9. If this was built on top of 6 or 7, I think it would be Not Doomed, but it could cause problems. In a way this almost feels like you lobotomized the system in some sense.
10. Oh hell no. This is the Road to the Torment Nexus. HARD PASS. Beyond Doomed.
yea, alignment explained - finally! scientists and pundits throw this word around like candy at halloween. Reading this post, the hard problem seems solvable, albeit not in anyway noodled thru from the likes of me. However, your list of instructions should be expanded in length and breath and fed into the magic box and tested somehow, no? Someone (?) is doing something like that now, right, as with every response from ChatGPT, you get at least one para of disclaimer and safety gorp, and it seems difficult at best to do anything dangerous there. Perhaps this is all "The End is Here" screaming as maybe just maybe this GPT will not get that much better at scale... seems like we just assume ChatGPT4 is going to morph into SKYNET at some magical moment, with parameters unknown. is that even reasonable?
Fucking awesome set of posts, Zvi.
I have some ideas: What about approaches other than alignment to keeping ASI from taking control and harming us? I think it would be a great idea for a group of good thinkers to sit down with some biologists and talk about all the different ways creatures protect themselves from larger, stronger or smarter others. And there are also certain pairs of different species who are safe from harming each other because they survive via symbiosis with each other. We need LOTS of MODELS for how to survive AGI and ASI. I never thought alignment was a very good one, because it’s clear that people or groups of people become unaligned so easily. Why does anyone think alignment between AI and our species will work when laws, constitutions and agreements among members of our species are often broken?
*Examples of animal models*
Deceptively dangerous appearance (puffed up cat)

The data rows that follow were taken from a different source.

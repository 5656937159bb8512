package org.resonancegate.criteria;

import java.util.ArrayList;
import java.util.List;
import java.util.Optional;
import java.util.TreeSet;
import org.apache.commons.math3.complex.Complex;
import org.resonancegate.dynamics.ElementRow;
import org.resonancegate.dynamics.Load;
import org.resonancegate.dynamics.Mode;
import org.resonancegate.dynamics.Probe;
import org.resonancegate.dynamics.Response;
import org.resonancegate.spec.Criterion;
import org.resonancegate.spec.Excitation;
import org.resonancegate.spec.ExcitationFrequency;
import org.resonancegate.spec.Quantity;

/**
 * An amplitude criterion's value against running speed, for a reader's plot: the same combination
 * of excitations the rule judges, read at a fixed set of speeds from just above standstill to
 * {@value #REACH} times the top speed, so the peaks either side of the range show too. The
 * resonance speeds (and the half-power points either side) are sample points, so a peak is drawn
 * at its height rather than cut between two grid points. Built only from the context's public
 * reading of the model; the rules' own sweep stays the only judge of the worst value.
 */
public final class ResponseCurves {

    /** How far beyond the top speed a curve reaches, as a factor on it. */
    public static final double REACH = 1.25;

    /** Evenly spaced speeds from REACH·max/GRID to REACH·max; standstill itself carries no load. */
    private static final int GRID = 120;

    /** One point: running speed (rpm) and the criterion's quantity there (SI). */
    public record Sample(double speedRpm, double value) {
    }

    /**
     * One criterion's curve.
     *
     * @param quantity      what is drawn, in words ("velocity rms", "transmissibility")
     * @param unit          SI unit of the values and the limit
     * @param limit         the bound, in the same quantity (for a minimum isolation efficiency η: T = 1 − η)
     * @param displayUnit   the unit the limit was written in, for showing values ("mm/s"); SI when unknown
     * @param displayFactor SI per display unit (0.001 for mm/s)
     */
    public record Curve(String quantity, String unit, double limit, String displayUnit, double displayFactor,
                        List<Sample> samples) {

        public Curve {
            samples = List.copyOf(samples);
        }
    }

    private ResponseCurves() {
    }

    /**
     * The curve of {@code criterion} on {@code ctx}; empty for rules that do not depend on the
     * response amplitude (separation, static deflection) and for a model that cannot give one
     * (no loaded excitation, a point the model lacks: the rule reports those itself).
     */
    public static Optional<Curve> of(Criterion criterion, RuleContext ctx) {
        if (!ctx.hasDrives()) {
            return Optional.empty();
        }
        try {
            return build(criterion, ctx);
        } catch (IllegalArgumentException | CriterionProblem e) {
            return Optional.empty();
        }
    }

    private static Optional<Curve> build(Criterion criterion, RuleContext ctx) {
        boolean rotational = ctx.system().rotational();
        if (criterion instanceof Criterion.Displacement d) {
            boolean pp = d.measure() == Criterion.DisplacementMeasure.PEAK_TO_PEAK;
            List<Probe> probes = ctx.system().probes(d.at());
            return Optional.of(curve(ctx, "displacement " + d.measure().key(), rotational ? "rad" : "m", d.max(),
                    s -> motion(ctx, probes, s, false, false) * (pp ? 2 : 1)));
        } else if (criterion instanceof Criterion.Velocity v) {
            boolean rms = v.measure() == Criterion.VelocityMeasure.RMS;
            List<Probe> probes = ctx.system().probes(v.at());
            return Optional.of(curve(ctx, "velocity " + v.measure().key(), rotational ? "rad/s" : "m/s", v.max(),
                    s -> motion(ctx, probes, s, true, rms)));
        } else if (criterion instanceof Criterion.TransmittedForce f) {
            List<Integer> rows = new ArrayList<>();
            List<ElementRow> all = ctx.system().elementRows();
            for (int r = 0; r < all.size(); r++) {
                // the rows the rule looks at: every one, or those along the criterion's axis
                if (f.axis().isEmpty() || all.get(r).axis().isEmpty() || all.get(r).axis().equals(f.axis())) {
                    rows.add(r);
                }
            }
            return Optional.of(curve(ctx, rotational ? "dynamic torque peak" : "dynamic force peak",
                    rotational ? "N·m" : "N", f.max(), s -> force(ctx, rows, s)));
        } else if (criterion instanceof Criterion.Isolation i) {
            double limit = i.limit() instanceof Criterion.IsolationLimit.MinEfficiency e
                    ? 1 - e.value().value() : i.limit().value().value();
            List<Sample> samples = sample(ctx, s -> transmissibility(ctx, i, s));
            return Optional.of(new Curve("transmissibility", "1", limit, "1", 1, samples));
        }
        return Optional.empty();
    }

    private interface Reading {
        double at(double speed);
    }

    private static Curve curve(RuleContext ctx, String quantity, String unit, Quantity max, Reading reading) {
        Display.UserUnit uu = Display.UserUnit.of(max, unit);
        return new Curve(quantity, unit, max.si(), uu.unit(), uu.factor(), sample(ctx, reading));
    }

    private static List<Sample> sample(RuleContext ctx, Reading reading) {
        List<Sample> out = new ArrayList<>();
        for (double rpm : speedsRpm(ctx)) {
            double value = reading.at(rpm * 2 * Math.PI / 60);
            if (Double.isFinite(value)) {
                out.add(new Sample(rpm, value));
            }
        }
        return out;
    }

    /**
     * The sample speeds (rpm), ascending: an even grid to {@value #REACH}× the top speed, both
     * ends of the operating range, and for every mode and every order that carries a load the
     * resonance speed 60·f_n/k and the half-power points f_n·(1 ± ζ) either side.
     */
    public static double[] speedsRpm(RuleContext ctx) {
        double top = REACH * ctx.maxSpeed() * 60 / (2 * Math.PI);
        TreeSet<Double> speeds = new TreeSet<>();
        for (int i = 1; i <= GRID; i++) {
            speeds.add(top * i / GRID);
        }
        speeds.add(ctx.minSpeed() * 60 / (2 * Math.PI));
        speeds.add(ctx.maxSpeed() * 60 / (2 * Math.PI));
        for (Excitation e : ctx.excitations()) {
            if (e instanceof Excitation.OrderOnly || !(e.frequency() instanceof ExcitationFrequency.Order o)
                    || !(o.order() > 0)) {
                continue;
            }
            for (Mode m : ctx.system().modes()) {
                double z = m.dampingRatio().orElse(0);
                for (double k : new double[] {1 - z, 1, 1 + z}) {
                    double rpm = m.frequencyHz() * k * 60 / o.order();
                    if (rpm > 0 && rpm <= top) {
                        speeds.add(rpm);
                    }
                }
            }
        }
        speeds.removeIf(s -> !(s > 0));
        return speeds.stream().mapToDouble(Double::doubleValue).toArray();
    }

    /** The largest combined component of displacement (or velocity) over the probes at one speed. */
    private static double motion(RuleContext ctx, List<Probe> probes, double speed, boolean velocity, boolean rms) {
        List<RuleContext.Driven> driven = ctx.respondAt(speed);
        double worst = 0;
        for (Probe p : probes) {
            List<Combination.Contribution> parts = new ArrayList<>(driven.size());
            for (RuleContext.Driven d : driven) {
                double w = d.drive().omega();
                Complex x = p.of(d.response());
                parts.add(new Combination.Contribution(w, velocity ? x.multiply(new Complex(0, w)) : x));
            }
            worst = Math.max(worst, rms ? Combination.rms(parts) : Combination.peak(parts));
        }
        return worst;
    }

    /** The largest combined peak force over the chosen element rows at one speed. */
    private static double force(RuleContext ctx, List<Integer> rows, double speed) {
        List<RuleContext.Driven> driven = ctx.respondAt(speed);
        double worst = 0;
        for (int row : rows) {
            List<Combination.Contribution> parts = new ArrayList<>(driven.size());
            for (RuleContext.Driven d : driven) {
                parts.add(new Combination.Contribution(d.drive().omega(), d.response().elementForces().get(row)));
            }
            worst = Math.max(worst, Combination.peak(parts));
        }
        return worst;
    }

    /**
     * The largest transmissibility of any single loaded excitation at one speed: ground-force
     * peak over the load for a force, response over ground amplitude for base motion (as the
     * isolation rule defines them). An excitation without load at this speed is left out.
     */
    private static double transmissibility(RuleContext ctx, Criterion.Isolation c, double speed) {
        double worst = Double.NaN;
        for (Excitation e : ctx.excitations()) {
            if (e instanceof Excitation.OrderOnly) {
                continue;
            }
            RuleContext.Driven d = ctx.respondTo(e, speed);
            double amplitude = d.drive().load().amplitude().abs();
            if (!(amplitude > 0)) {
                continue;
            }
            Response r = d.response();
            double t;
            if (d.drive().load() instanceof Load.GroundMotion g) {
                t = 0;
                for (Probe p : ctx.probesAlong(c.at(), g.direction())) {
                    t = Math.max(t, p.of(r).abs() / amplitude);
                }
            } else {
                t = r.groundForces().peakOverCycle() / amplitude;
            }
            worst = Double.isNaN(worst) ? t : Math.max(worst, t);
        }
        return worst;
    }
}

Imitation — look like your enemy
Seems to me that each of the above suggests some alternatives to the convince-it-to-be-nice alignment model. People should brainstorm. Crowdsource it! Anyone got ideas?
This is great.
I also think this is worth prioritizing (some amount of) editing and, e.g. organizing, as it seems like a very high value link to include all over the place. I've been having some nice back-and-forths elsewhere and some people would definitely appreciate this post, and the others in this work.
I strongly believe your description of outer alignment is incorrect: "alignment of what the AGI provides as output"
I'll point to the original paper on the subject and this Rob Miles video for good descriptions: https://arxiv.org/abs/1906.01820 https://www.youtube.com/watch?v=bJLcIBixGj8
"7. Also do what broader society or humanity should have said given their values
8. Also do what is best for everyone"
By separating these, you imply that there is an objective "best", outside of what humanity values.